**Task directions:** The answer must be the complete listing, reproduced exactly.

+++++

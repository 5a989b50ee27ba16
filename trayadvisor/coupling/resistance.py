"""Conductor resistance per metre as the standards give it: DC at 20 °C, at temperature, AC.

- DC at 20 °C: the IEC 60228 table of maximum resistance of class 2 (stranded) conductors
  for the standard sizes; ρ20 / A for a size not in the table.
- At the operating temperature θ: R′(θ) = R′20 [1 + α20 (θ − 20)] (IEC 60287-1-1).
- AC at frequency f: R′_ac = R′(θ) (1 + y_s), the skin-effect factor of IEC 60287-1-1 with
  k_s = 1 (round stranded conductors). The proximity-effect factor y_p is left out: the
  neighbouring conductors' fields are in the impedance system as mutual inductance, not as
  extra loss in each conductor.

The table values are recalled from memory and marked so; check them against your copy of
IEC 60228 before relying on them.
"""

from __future__ import annotations

from collections.abc import Sequence

import numpy as np

from trayadvisor.engine.units import MM2
from trayadvisor.model import MATERIALS

#: Maximum DC resistance of class 2 conductors at 20 °C, Ω/km, by nominal area (mm²).
#: Source: IEC 60228:2004, Table 2 (plain annealed copper; aluminium) — values recalled from
#: memory, to be checked against the standard.
IEC_60228_CLASS_2_OHM_PER_KM: dict[str, dict[float, float]] = {
    "copper": {
        1.5: 12.1, 2.5: 7.41, 4.0: 4.61, 6.0: 3.08, 10.0: 1.83, 16.0: 1.15, 25.0: 0.727,
        35.0: 0.524, 50.0: 0.387, 70.0: 0.268, 95.0: 0.193, 120.0: 0.153, 150.0: 0.124,
        185.0: 0.0991, 240.0: 0.0754, 300.0: 0.0601, 400.0: 0.0470, 500.0: 0.0366,
        630.0: 0.0283, 800.0: 0.0221, 1000.0: 0.0176, 1200.0: 0.0151, 1400.0: 0.0129,
        1600.0: 0.0113, 1800.0: 0.0101, 2000.0: 0.0090, 2500.0: 0.0072,
    },
    "aluminium": {
        10.0: 3.08, 16.0: 1.91, 25.0: 1.20, 35.0: 0.868, 50.0: 0.641, 70.0: 0.443,
        95.0: 0.320, 120.0: 0.253, 150.0: 0.206, 185.0: 0.164, 240.0: 0.125, 300.0: 0.100,
        400.0: 0.0778, 500.0: 0.0605, 630.0: 0.0469, 800.0: 0.0367, 1000.0: 0.0291,
        1200.0: 0.0247, 1400.0: 0.0212, 1600.0: 0.0186, 1800.0: 0.0165, 2000.0: 0.0149,
        2500.0: 0.0127,
    },
}
#: The skin-effect coefficient k_s of round stranded conductors (IEC 60287-1-1, Table 2;
#: from memory).
KS_ROUND_STRANDED = 1.0


def dc_resistance_20c_per_m(area_mm2: np.ndarray | float,
                            material: str | Sequence[str]) -> np.ndarray:
    """DC resistance per metre at 20 °C: the IEC 60228 class 2 value, else ρ20 / A.

    Parameters
    ----------
    area_mm2 : float or (n,) float
        Nominal conductor area, mm².
    material : str or sequence of str
        A key of :data:`trayadvisor.model.MATERIALS`.

    Returns
    -------
    (n,) float
        Ω/m.

    References
    ----------
    IEC 60228:2004, Table 2 (class 2 conductors, from memory); ρ20 from IEC 60287-1-1
    Table 1 (from memory) for sizes not in the table.
    """
    area = np.atleast_1d(np.asarray(area_mm2, dtype=float))
    mats = [material] * area.size if isinstance(material, str) else list(material)
    out = np.empty(area.size)
    for i, (a, m) in enumerate(zip(area, mats, strict=True)):
        table = IEC_60228_CLASS_2_OHM_PER_KM.get(m, {})
        ohm_km = table.get(float(a))
        out[i] = ohm_km * 1e-3 if ohm_km is not None else MATERIALS[m][0] / (a * MM2)
    return out


def in_table(area_mm2: float, material: str) -> bool:
    """Whether ``area_mm2`` is a standard size of the IEC 60228 table for ``material``."""
    return float(area_mm2) in IEC_60228_CLASS_2_OHM_PER_KM.get(material, {})


def resistance_per_m(area_mm2: np.ndarray | float, material: str | Sequence[str],
                     temperature_c: float) -> np.ndarray:
    """DC resistance per metre at the conductor temperature.

    Parameters
    ----------
    area_mm2 : float or (n,) float
        Conductor area, mm².
    material : str or sequence of str, length n
        A key of :data:`trayadvisor.model.MATERIALS`.
    temperature_c : float
        Conductor temperature, °C.

    Returns
    -------
    (n,) or () float
        R′ in Ω/m (a scalar for scalar input).

    Notes
    -----
    R′(θ) = R′20 [1 + α20 (θ − 20)], R′20 from :func:`dc_resistance_20c_per_m`.

    References
    ----------
    IEC 60287-1-1, clause 2.1.1 (DC resistance at operating temperature; from memory).
    """
    mats = [material] if isinstance(material, str) else list(material)
    alpha = np.array([MATERIALS[m][1] for m in mats], dtype=float)
    r20 = dc_resistance_20c_per_m(area_mm2, material)
    r = r20 * (1.0 + alpha * (float(temperature_c) - 20.0))
    return r[0] if isinstance(material, str) and np.ndim(area_mm2) == 0 else r


def skin_effect_factor(r_dc_per_m: np.ndarray | float, frequency_hz: np.ndarray | float,
                       ks: float = KS_ROUND_STRANDED) -> np.ndarray:
    """The skin-effect factor y_s of IEC 60287-1-1 (broadcast over both arguments).

    Parameters
    ----------
    r_dc_per_m : float or array
        DC resistance at the operating temperature, Ω/m (> 0).
    frequency_hz : float or array
        Frequency, Hz (0 gives 0).
    ks : float
        Skin-effect coefficient (1 for round stranded conductors).

    Returns
    -------
    array
        y_s, so that R′_ac = R′ (1 + y_s).

    Notes
    -----
    x_s² = 8π f · 10⁻⁷ · k_s / R′, then y_s = x_s⁴ / (192 + 0.8 x_s⁴) for x_s ≤ 2.8,
    −0.136 − 0.0177 x_s + 0.0563 x_s² for 2.8 < x_s ≤ 3.8, and 0.354 x_s − 0.733 beyond
    (harmonics on large conductors).

    References
    ----------
    IEC 60287-1-1, clause 2.1.2 (skin effect factor; the three ranges from memory).
    """
    r = np.asarray(r_dc_per_m, dtype=float)
    f = np.asarray(frequency_hz, dtype=float)
    xs2 = 8.0 * np.pi * f * 1e-7 * ks / r
    xs = np.sqrt(xs2)
    x4 = xs2 * xs2
    low = x4 / (192.0 + 0.8 * x4)
    mid = -0.136 - 0.0177 * xs + 0.0563 * xs2
    high = 0.354 * xs - 0.733
    return np.where(xs <= 2.8, low, np.where(xs <= 3.8, mid, high))


def ac_resistance_per_m(r_dc_per_m: np.ndarray | float, frequency_hz: np.ndarray | float,
                        ks: float = KS_ROUND_STRANDED) -> np.ndarray:
    """R′_ac = R′ (1 + y_s) at ``frequency_hz`` (Ω/m); the DC value at 0 Hz."""
    r = np.asarray(r_dc_per_m, dtype=float)
    return r * (1.0 + skin_effect_factor(r, frequency_hz, ks))
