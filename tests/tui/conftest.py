"""Shared helpers for the terminal UI tests: a real app, driven by the Pilot."""

from __future__ import annotations

import shutil
from pathlib import Path

import pytest

from trayadvisor.layoutfile import demo_path


@pytest.fixture(autouse=True)
def _no_user_keymap(tmp_path: Path, monkeypatch: pytest.MonkeyPatch) -> None:
    """Tests never read the user's keymap file."""
    monkeypatch.setenv("TRAYADVISOR_KEYMAP", str(tmp_path / "no-keymap.toml"))
    monkeypatch.delenv("NO_COLOR", raising=False)


@pytest.fixture
def demo_copy(tmp_path: Path) -> Path:
    """A writable copy of the built-in demo layout."""
    target = tmp_path / "demo.toml"
    shutil.copy(demo_path(), target)
    return target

+++++

**Answer space:**
repository 5a989b50ee27ba16
filename trayadvisor/coupling/resistance.py
"""Conductor resistance per metre as the standards give it: DC at 20 °C, at temperature, AC.

- DC at 20 °C: the IEC 60228 table of maximum resistance of class 2 (stranded) conductors
  for the standard sizes; ρ20 / A for a size not in the table.
- At the operating temperature θ: R′(θ) = R′20 [1 + α20 (θ − 20)] (IEC 60287-1-1).
- AC at frequency f: R′_ac = R′(θ) (1 + y_s), the skin-effect factor of IEC 60287-1-1 with
  k_s = 1 (round stranded conductors). The proximity-effect factor y_p is left out: the
  neighbouring conductors' fields are in the impedance system as mutual inductance, not as
  extra loss in each conductor.

The table values are recalled from memory and marked so; check them against your copy of
IEC 60228 before relying on them.
"""

from __future__ import annotations

from collections.abc import Sequence

import numpy as np

from trayadvisor.engine.units import MM2
from trayadvisor.model import MATERIALS

#: Maximum DC resistance of class 2 conductors at 20 °C, Ω/km, by nominal area (mm²).
#: Source: IEC 60228:2004, Table 2 (plain annealed copper; aluminium) — values recalled from
#: memory, to be checked against the standard.
IEC_60228_CLASS_2_OHM_PER_KM: dict[str, dict[float, float]] = {
    "copper": {
        1.5: 12.1, 2.5: 7.41, 4.0: 4.61, 6.0: 3.08, 10.0: 1.83, 16.0: 1.15, 25.0: 0.727,
        35.0: 0.524, 50.0: 0.387, 70.0: 0.268, 95.0: 0.193, 120.0: 0.153, 150.0: 0.124,
        185.0: 0.0991, 240.0: 0.0754, 300.0: 0.0601, 400.0: 0.0470, 500.0: 0.0366,
        630.0: 0.0283, 800.0: 0.0221, 1000.0: 0.0176, 1200.0: 0.0151, 1400.0: 0.0129,
        1600.0: 0.0113, 1800.0: 0.0101, 2000.0: 0.0090, 2500.0: 0.0072,
    },
    "aluminium": {
        10.0: 3.08, 16.0: 1.91, 25.0: 1.20, 35.0: 0.868, 50.0: 0.641, 70.0: 0.443,
        95.0: 0.320, 120.0: 0.253, 150.0: 0.206, 185.0: 0.164, 240.0: 0.125, 300.0: 0.100,
        400.0: 0.0778, 500.0: 0.0605, 630.0: 0.0469, 800.0: 0.0367, 1000.0: 0.0291,
        1200.0: 0.0247, 1400.0: 0.0212, 1600.0: 0.0186, 1800.0: 0.0165, 2000.0: 0.0149,
        2500.0: 0.0127,
    },
}
#: The skin-effect coefficient k_s of round stranded conductors (IEC 60287-1-1, Table 2;
#: from memory).
KS_ROUND_STRANDED = 1.0


def dc_resistance_20c_per_m(area_mm2: np.ndarray | float,
                            material: str | Sequence[str]) -> np.ndarray:
    """DC resistance per metre at 20 °C: the IEC 60228 class 2 value, else ρ20 / A.

    Parameters
    ----------
    area_mm2 : float or (n,) float
        Nominal conductor area, mm².
    material : str or sequence of str
        A key of :data:`trayadvisor.model.MATERIALS`.

    Returns
    -------
    (n,) float
        Ω/m.

    References
    ----------
    IEC 60228:2004, Table 2 (class 2 conductors, from memory); ρ20 from IEC 60287-1-1
    Table 1 (from memory) for sizes not in the table.
    """
    area = np.atleast_1d(np.asarray(area_mm2, dtype=float))
    mats = [material] * area.size if isinstance(material, str) else list(material)
    out = np.empty(area.size)
    for i, (a, m) in enumerate(zip(area, mats, strict=True)):
        table = IEC_60228_CLASS_2_OHM_PER_KM.get(m, {})
        ohm_km = table.get(float(a))
        out[i] = ohm_km * 1e-3 if ohm_km is not None else MATERIALS[m][0] / (a * MM2)
    return out


def in_table(area_mm2: float, material: str) -> bool:
    """Whether ``area_mm2`` is a standard size of the IEC 60228 table for ``material``."""
    return float(area_mm2) in IEC_60228_CLASS_2_OHM_PER_KM.get(material, {})


def resistance_per_m(area_mm2: np.ndarray | float, material: str | Sequence[str],
                     temperature_c: float) -> np.ndarray:
    """DC resistance per metre at the conductor temperature.

    Parameters
    ----------
    area_mm2 : float or (n,) float
        Conductor area, mm².
    material : str or sequence of str, length n
        A key of :data:`trayadvisor.model.MATERIALS`.
    temperature_c : float
        Conductor temperature, °C.

    Returns
    -------
    (n,) or () float
        R′ in Ω/m (a scalar for scalar input).

    Notes
    -----
    R′(θ) = R′20 [1 + α20 (θ − 20)], R′20 from :func:`dc_resistance_20c_per_m`.

    References
    ----------
    IEC 60287-1-1, clause 2.1.1 (DC resistance at operating temperature; from memory).
    """
    mats = [material] if isinstance(material, str) else list(material)
    alpha = np.array([MATERIALS[m][1] for m in mats], dtype=float)
    r20 = dc_resistance_20c_per_m(area_mm2, material)
    r = r20 * (1.0 + alpha * (float(temperature_c) - 20.0))
    return r[0] if isinstance(material, str) and np.ndim(area_mm2) == 0 else r


def skin_effect_factor(r_dc_per_m: np.ndarray | float, frequency_hz: np.ndarray | float,
                       ks: float = KS_ROUND_STRANDED) -> np.ndarray:
    """The skin-effect factor y_s of IEC 60287-1-1 (broadcast over both arguments).

    Parameters
    ----------
    r_dc_per_m : float or array
        DC resistance at the operating temperature, Ω/m (> 0).
    frequency_hz : float or array
        Frequency, Hz (0 gives 0).
    ks : float
        Skin-effect coefficient (1 for round stranded conductors).

    Returns
    -------
    array
        y_s, so that R′_ac = R′ (1 + y_s).

    Notes
    -----
    x_s² = 8π f · 10⁻⁷ · k_s / R′, then y_s = x_s⁴ / (192 + 0.8 x_s⁴) for x_s ≤ 2.8,
    −0.136 − 0.0177 x_s + 0.0563 x_s² for 2.8 < x_s ≤ 3.8, and 0.354 x_s − 0.733 beyond
    (harmonics on large conductors).

    References
    ----------
    IEC 60287-1-1, clause 2.1.2 (skin effect factor; the three ranges from memory).
    """
    r = np.asarray(r_dc_per_m, dtype=float)
    f = np.asarray(frequency_hz, dtype=float)
    xs2 = 8.0 * np.pi * f * 1e-7 * ks / r
    xs = np.sqrt(xs2)
    x4 = xs2 * xs2
    low = x4 / (192.0 + 0.8 * x4)
    mid = -0.136 - 0.0177 * xs + 0.0563 * xs2
    high = 0.354 * xs - 0.733
    return np.where(xs <= 2.8, low, np.where(xs <= 3.8, mid, high))


def ac_resistance_per_m(r_dc_per_m: np.ndarray | float, frequency_hz: np.ndarray | float,
                        ks: float = KS_ROUND_STRANDED) -> np.ndarray:
    """R′_ac = R′ (1 + y_s) at ``frequency_hz`` (Ω/m); the DC value at 0 Hz."""
    r = np.asarray(r_dc_per_m, dtype=float)
    return r * (1.0 + skin_effect_factor(r, frequency_hz, ks))
filename tests/tui/conftest.py
"""Shared helpers for the terminal UI tests: a real app, driven by the Pilot."""

from __future__ import annotations

import shutil
from pathlib import Path

import pytest

from trayadvisor.layoutfile import demo_path


@pytest.fixture(autouse=True)
def _no_user_keymap(tmp_path: Path, monkeypatch: pytest.MonkeyPatch) -> None:
    """Tests never read the user's keymap file."""
    monkeypatch.setenv("TRAYADVISOR_KEYMAP", str(tmp_path / "no-keymap.toml"))
    monkeypatch.delenv("NO_COLOR", raising=False)


@pytest.fixture
def demo_copy(tmp_path: Path) -> Path:
    """A writable copy of the built-in demo layout."""
    target = tmp_path / "demo.toml"
    shutil.copy(demo_path(), target)
    return target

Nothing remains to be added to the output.